O extrovertido Ruan dos
Santos recebeu muitos elogios
da mãe, que está contente com
o comprometimento do filho
na escola. “Ele já é um ótimo
aluno, gosta de estudar principalmente
Português, mas notei
que ele está com mais vontade
de estudar matemática. Acho
ótimo, pois é um conhecimento
essencial para tudo e quanto
antes a gente acabar com isso
de detestar essa matéria, melhor
para as crianças”, opina.
“Etnoconexões” utiliza a cerâmica para ensinar elementos geométricos
Em Belém, o “Círculo”
também funciona nas escolas
municipais Amância Pantoja,
André Avelino Piedade, Josino
Viana e na escola estadual Jonathas
Athias. A Secretaria Municipal
de Educação (Semec) é
parceira da iniciativa e também
mantém seus próprios projetos
que colaboram para estreitar
os laços dos estudantes com a
matemática. Na Escola Liceu de
Artes Mestre Raimundo Cardoso,
no distrito de Icoaraci, o
projeto “Etnoconexões entre a
arte e a matemática” utiliza o
saber local empregado no artesanato
da cerâmica para ensinar
os elementos geométricos
aos alunos.
Idealizado pela professora
Rosângela Dantas, ele está
em execução há seis anos e já
envolveu cerca de 420 alunos,
sempre das turmas de 8º ano
do ensino fundamental. “Temos
aulas teóricas e práticas,
com oficinas de cerâmica, de
educação patrimonial e expressão
gráfica. Ao envolver
arte e cidadania, damos um
novo significado à matemática
e o resultado vem na vontade
de aprender, de fazer parte
das aulas”, relata. Segundo ela,
a retenção de estudantes pela
disciplina ficou mínima desde
que o projeto foi implantado.
Para ela, o trabalho precisa
começar pela conscientização
dos professores de buscar novos
caminhos para desconstruir
este bloqueio. Este é o
papel do programa Alfamat,
também da Semec, que trabalha
alfabetização, matemática,
leitura e escrita. Elaborado pelo
Centro de Informática Educativa
(NIED) da secretaria, ele
existe desde 2009 e inclui 345
professores. Capacitando os
educadores do 4º e do 5º ano,
o programa beneficia em torno
de 11.758 alunos. Por meio
de oficinas, os docentes têm
a formação reforçada.

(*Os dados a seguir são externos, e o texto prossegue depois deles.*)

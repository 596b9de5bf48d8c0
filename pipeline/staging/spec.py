"""The study spec: one TOML file that declares a study, its waves, its sample design and its codebook.

`load_spec(path)` reads and validates the file and returns a `Study`. Validation collects every
problem (unknown keys, wrong types, references to undeclared variables) into one `SpecError`,
each problem naming the key (e.g. `variables.satisfaction.exclude_from_statistics`). A key or value
with a retired name is refused naming its replacement (`pipeline.renamed`).

This module defines the objects every later stage reads; sections owned by later stages
(`[[weighting]]`, `[variance]`) are parsed by those stages' own modules and kept here as raw
tables until they are (see DEVELOPERS.md).
"""

from __future__ import annotations

import datetime as dt
import re
import tomllib
from dataclasses import dataclass, field, replace
from pathlib import Path
from typing import TYPE_CHECKING, Literal

from pipeline.errors import Problem, SpecError
from pipeline.staging.conditions import NAME_PATTERN, ColumnInfo, Condition, ConditionError, bind, name_positions, parse
from pipeline.renamed import renamed_key, renamed_value

if TYPE_CHECKING:
    from pipeline.weighting.steps import StepContext

Code = int | str
VariableType = Literal["single", "multi", "numeric", "rating"]


@dataclass(frozen=True)
class Wave:
    """One wave of the tracker: its id (used as a key everywhere), label, fieldwork dates and raw file."""

    id: str
    label: str
    file: Path  # resolved against the spec's folder
    fieldwork_start: dt.date | None = None
    fieldwork_end: dt.date | None = None


@dataclass(frozen=True)
class Design:
    """The sample design of every wave.

    kind: "probability" (strata/PSU/weights known) or "nonprobability" (quota or online panel:
    equal base weights; the book carries the non-probability caution).
    strata, psu: column names (None = unstratified / each respondent is its own PSU).
    psu_ids: "within-stratum" (PSU ids restart within each stratum) or "unique" (unique across strata).
    base_weight / selection_probability: at most one column name; base weight = 1 / probability.
    population: first-stage population size per stratum code (PSUs in the stratum; respondents
    in a single-stage design), for the finite population correction.
    sampling_fraction: alternatively, the first-stage sampling fraction per stratum code.
    single_psu: policy for strata with one PSU: "error", "certainty", "grand-mean" or "collapse".
    collapse_with: for "collapse", stratum code -> partner stratum code.
    second_stage_fraction: with PSUs and a finite population correction, the share of each selected
    PSU's units taken at the second stage (0 when unknown, the safe side; 1 when whole PSUs are
    taken), for the within-PSU term of the two-stage variance (pipeline.estimation.design).
    first_stage: "equal" (PSUs drawn with equal probability within stratum, default) or "pps"
    (probability proportional to size: no finite population correction, with-replacement variance,
    unless psu_inclusion_probability names a column of each PSU's first-stage inclusion
    probability, which gives the (1 - pi) approximation of pipeline.estimation.design).
    extreme_weight_ratio: staging warns (extreme-weight, naming the ids) about a design weight above
    this multiple of the wave's median weight (default 1,000: common practice, no source).
    same_psus_across_waves: the waves re-interview the same PSUs (a panel of areas), so wave-over-wave
    changes are estimated on the waves stacked into one design (pipeline.tables.wave_change).
    """

    kind: Literal["probability", "nonprobability"] = "probability"
    strata: str | None = None
    psu: str | None = None
    psu_ids: Literal["within-stratum", "unique"] = "within-stratum"
    base_weight: str | None = None
    selection_probability: str | None = None
    population: dict[Code, float] = field(default_factory=dict)
    sampling_fraction: dict[Code, float] = field(default_factory=dict)
    single_psu: Literal["error", "certainty", "grand-mean", "collapse"] = "error"
    collapse_with: dict[Code, Code] = field(default_factory=dict)
    second_stage_fraction: float = 0.0
    first_stage: Literal["equal", "pps"] = "equal"
    psu_inclusion_probability: str | None = None
    extreme_weight_ratio: float = 1000.0
    same_psus_across_waves: bool = False

    @property
    def columns(self) -> tuple[str, ...]:
        """The data columns the design reads."""
        return tuple(
            c
            for c in (self.strata, self.psu, self.base_weight, self.selection_probability,
                      self.psu_inclusion_probability)
            if c is not None
        )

Só em
matemática, são trabalhadas
28 habilidades. “Desde geometria
e leitura de tabelas até medidas
de comprimento, muitos
professores que aprenderam
matemática de forma mecânica tiram dúvidas, aprendem
métodos e vão para a sala de
aula mais seguros”, salienta
Odinéia Lopes, assessora pedagógica do Alfamat.
A primeira preocupação é
contextualizar os problemas e
incentivar a diversidade de estratégias,
sem se prender a só
um caminho para encontrar o
resultado correto. O conteúdo
visto no programa é aplicado
aos alunos na Prova Belém,
que serve, com base nos resultados
individuais, para diagnosticar
onde o aluno está
tendo dificuldades no aprendizado.
A avaliação é bimensal
e nos exames já aplicados neste ano, a média de acertos
dos alunos do 4º ano subiu de
41% para 50%. No 5º ano, o índice
foi de 52% para 54,6%. “Parece
um crescimento pequeno,
mas indica um avanço e nós
queremos resultados cada vez
melhores”, completa.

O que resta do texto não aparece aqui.